*** Opening of Data for this exercise ***

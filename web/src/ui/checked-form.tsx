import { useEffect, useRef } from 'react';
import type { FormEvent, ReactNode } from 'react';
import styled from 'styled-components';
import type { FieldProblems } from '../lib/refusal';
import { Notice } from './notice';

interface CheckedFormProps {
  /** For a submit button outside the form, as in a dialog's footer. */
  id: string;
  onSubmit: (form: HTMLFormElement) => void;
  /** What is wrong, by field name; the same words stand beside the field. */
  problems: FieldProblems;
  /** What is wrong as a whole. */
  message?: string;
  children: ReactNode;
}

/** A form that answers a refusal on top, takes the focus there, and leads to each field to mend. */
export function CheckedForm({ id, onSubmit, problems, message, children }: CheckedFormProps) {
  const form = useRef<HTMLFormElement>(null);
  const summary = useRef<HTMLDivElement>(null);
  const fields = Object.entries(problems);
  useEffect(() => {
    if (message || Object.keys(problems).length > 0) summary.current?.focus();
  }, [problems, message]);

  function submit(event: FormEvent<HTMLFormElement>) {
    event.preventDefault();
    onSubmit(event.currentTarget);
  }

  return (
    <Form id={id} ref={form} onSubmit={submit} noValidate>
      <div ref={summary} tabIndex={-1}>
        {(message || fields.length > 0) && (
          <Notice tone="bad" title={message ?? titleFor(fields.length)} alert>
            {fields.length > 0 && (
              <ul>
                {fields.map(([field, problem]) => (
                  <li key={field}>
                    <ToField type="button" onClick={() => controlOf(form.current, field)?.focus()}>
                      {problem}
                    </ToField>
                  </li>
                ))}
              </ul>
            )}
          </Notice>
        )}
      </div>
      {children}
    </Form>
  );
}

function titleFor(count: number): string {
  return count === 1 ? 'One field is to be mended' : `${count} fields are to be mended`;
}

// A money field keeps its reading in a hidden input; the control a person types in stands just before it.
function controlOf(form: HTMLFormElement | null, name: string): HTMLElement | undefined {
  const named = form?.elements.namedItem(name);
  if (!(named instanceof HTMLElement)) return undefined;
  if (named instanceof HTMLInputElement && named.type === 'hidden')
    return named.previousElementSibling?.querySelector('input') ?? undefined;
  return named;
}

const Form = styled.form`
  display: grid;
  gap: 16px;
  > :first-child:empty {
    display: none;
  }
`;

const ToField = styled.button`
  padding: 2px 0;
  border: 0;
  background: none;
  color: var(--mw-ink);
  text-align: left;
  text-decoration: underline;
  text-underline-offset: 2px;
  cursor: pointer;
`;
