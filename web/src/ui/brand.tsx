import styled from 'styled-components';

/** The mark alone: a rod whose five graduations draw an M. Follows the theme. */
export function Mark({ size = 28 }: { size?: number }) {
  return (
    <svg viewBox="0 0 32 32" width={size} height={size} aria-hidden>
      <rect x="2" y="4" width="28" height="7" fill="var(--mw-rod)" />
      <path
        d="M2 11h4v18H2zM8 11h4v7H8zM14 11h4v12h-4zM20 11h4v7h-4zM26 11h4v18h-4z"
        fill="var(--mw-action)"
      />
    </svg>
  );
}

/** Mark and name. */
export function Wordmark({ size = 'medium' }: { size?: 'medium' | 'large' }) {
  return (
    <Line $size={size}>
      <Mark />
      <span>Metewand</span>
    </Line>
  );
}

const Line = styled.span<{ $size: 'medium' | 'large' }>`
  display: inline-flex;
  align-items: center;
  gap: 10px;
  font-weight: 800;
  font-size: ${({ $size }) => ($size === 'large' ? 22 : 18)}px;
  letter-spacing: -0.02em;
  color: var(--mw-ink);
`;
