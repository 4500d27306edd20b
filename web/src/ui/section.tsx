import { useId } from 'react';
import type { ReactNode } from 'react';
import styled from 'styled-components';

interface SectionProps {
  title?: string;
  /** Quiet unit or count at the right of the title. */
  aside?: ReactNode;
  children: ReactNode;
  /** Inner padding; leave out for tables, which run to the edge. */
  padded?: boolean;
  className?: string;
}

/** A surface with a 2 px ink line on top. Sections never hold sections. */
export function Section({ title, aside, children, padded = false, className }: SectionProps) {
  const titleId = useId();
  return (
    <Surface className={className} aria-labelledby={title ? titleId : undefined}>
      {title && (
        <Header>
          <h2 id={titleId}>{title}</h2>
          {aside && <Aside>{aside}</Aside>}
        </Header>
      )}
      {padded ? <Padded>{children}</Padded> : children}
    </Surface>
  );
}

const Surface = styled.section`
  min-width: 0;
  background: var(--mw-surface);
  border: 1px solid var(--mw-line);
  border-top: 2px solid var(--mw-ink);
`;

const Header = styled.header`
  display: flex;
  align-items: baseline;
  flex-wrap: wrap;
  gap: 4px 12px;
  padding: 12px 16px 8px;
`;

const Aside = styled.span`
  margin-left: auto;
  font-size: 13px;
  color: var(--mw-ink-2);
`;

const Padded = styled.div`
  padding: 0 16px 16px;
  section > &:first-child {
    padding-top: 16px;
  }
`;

*** Close of Data for this exercise ***

**What you will do:** Print all the records precisely.

**Finished exercise:**
filename web/src/ui/checked-form.tsx
import { useEffect, useRef } from 'react';
import type { FormEvent, ReactNode } from 'react';
import styled from 'styled-components';
import type { FieldProblems } from '../lib/refusal';
import { Notice } from './notice';

interface CheckedFormProps {
  /** For a submit button outside the form, as in a dialog's footer. */
  id: string;
  onSubmit: (form: HTMLFormElement) => void;
  /** What is wrong, by field name; the same words stand beside the field. */
  problems: FieldProblems;
  /** What is wrong as a whole. */
  message?: string;
  children: ReactNode;
}

/** A form that answers a refusal on top, takes the focus there, and leads to each field to mend. */
export function CheckedForm({ id, onSubmit, problems, message, children }: CheckedFormProps) {
  const form = useRef<HTMLFormElement>(null);
  const summary = useRef<HTMLDivElement>(null);
  const fields = Object.entries(problems);
  useEffect(() => {
    if (message || Object.keys(problems).length > 0) summary.current?.focus();
  }, [problems, message]);

  function submit(event: FormEvent<HTMLFormElement>) {
    event.preventDefault();
    onSubmit(event.currentTarget);
  }

  return (
    <Form id={id} ref={form} onSubmit={submit} noValidate>
      <div ref={summary} tabIndex={-1}>
        {(message || fields.length > 0) && (
          <Notice tone="bad" title={message ?? titleFor(fields.length)} alert>
            {fields.length > 0 && (
              <ul>
                {fields.map(([field, problem]) => (
                  <li key={field}>
                    <ToField type="button" onClick={() => controlOf(form.current, field)?.focus()}>
                      {problem}
                    </ToField>
                  </li>
                ))}
              </ul>
            )}
          </Notice>
        )}
      </div>
      {children}
    </Form>
  );
}

function titleFor(count: number): string {
  return count === 1 ? 'One field is to be mended' : `${count} fields are to be mended`;
}

// A money field keeps its reading in a hidden input; the control a person types in stands just before it.
function controlOf(form: HTMLFormElement | null, name: string): HTMLElement | undefined {
  const named = form?.elements.namedItem(name);
  if (!(named instanceof HTMLElement)) return undefined;
  if (named instanceof HTMLInputElement && named.type === 'hidden')
    return named.previousElementSibling?.querySelector('input') ?? undefined;
  return named;
}

const Form = styled.form`
  display: grid;
  gap: 16px;
  > :first-child:empty {
    display: none;
  }
`;

const ToField = styled.button`
  padding: 2px 0;
  border: 0;
  background: none;
  color: var(--mw-ink);
  text-align: left;
  text-decoration: underline;
  text-underline-offset: 2px;
  cursor: pointer;
`;
filename web/src/ui/brand.tsx
import styled from 'styled-components';

/** The mark alone: a rod whose five graduations draw an M. Follows the theme. */
export function Mark({ size = 28 }: { size?: number }) {
  return (
    <svg viewBox="0 0 32 32" width={size} height={size} aria-hidden>
      <rect x="2" y="4" width="28" height="7" fill="var(--mw-rod)" />
      <path
        d="M2 11h4v18H2zM8 11h4v7H8zM14 11h4v12h-4zM20 11h4v7h-4zM26 11h4v18h-4z"
        fill="var(--mw-action)"
      />
    </svg>
  );
}

/** Mark and name. */
export function Wordmark({ size = 'medium' }: { size?: 'medium' | 'large' }) {
  return (
    <Line $size={size}>
      <Mark />
      <span>Metewand</span>
    </Line>
  );
}

const Line = styled.span<{ $size: 'medium' | 'large' }>`
  display: inline-flex;
  align-items: center;
  gap: 10px;
  font-weight: 800;
  font-size: ${({ $size }) => ($size === 'large' ? 22 : 18)}px;
  letter-spacing: -0.02em;
  color: var(--mw-ink);
`;
repository 4500d27306edd20b
filename web/src/ui/section.tsx
import { useId } from 'react';
import type { ReactNode } from 'react';
import styled from 'styled-components';

interface SectionProps {
  title?: string;
  /** Quiet unit or count at the right of the title. */
  aside?: ReactNode;
  children: ReactNode;
  /** Inner padding; leave out for tables, which run to the edge. */
  padded?: boolean;
  className?: string;
}

/** A surface with a 2 px ink line on top. Sections never hold sections. */
export function Section({ title, aside, children, padded = false, className }: SectionProps) {
  const titleId = useId();
  return (
    <Surface className={className} aria-labelledby={title ? titleId : undefined}>
      {title && (
        <Header>
          <h2 id={titleId}>{title}</h2>
          {aside && <Aside>{aside}</Aside>}
        </Header>
      )}
      {padded ? <Padded>{children}</Padded> : children}
    </Surface>
  );
}

const Surface = styled.section`
  min-width: 0;
  background: var(--mw-surface);
  border: 1px solid var(--mw-line);
  border-top: 2px solid var(--mw-ink);
`;

const Header = styled.header`
  display: flex;
  align-items: baseline;
  flex-wrap: wrap;
  gap: 4px 12px;
  padding: 12px 16px 8px;
`;

const Aside = styled.span`
  margin-left: auto;
  font-size: 13px;
  color: var(--mw-ink-2);
`;

const Padded = styled.div`
  padding: 0 16px 16px;
  section > &:first-child {
    padding-top: 16px;
  }
`;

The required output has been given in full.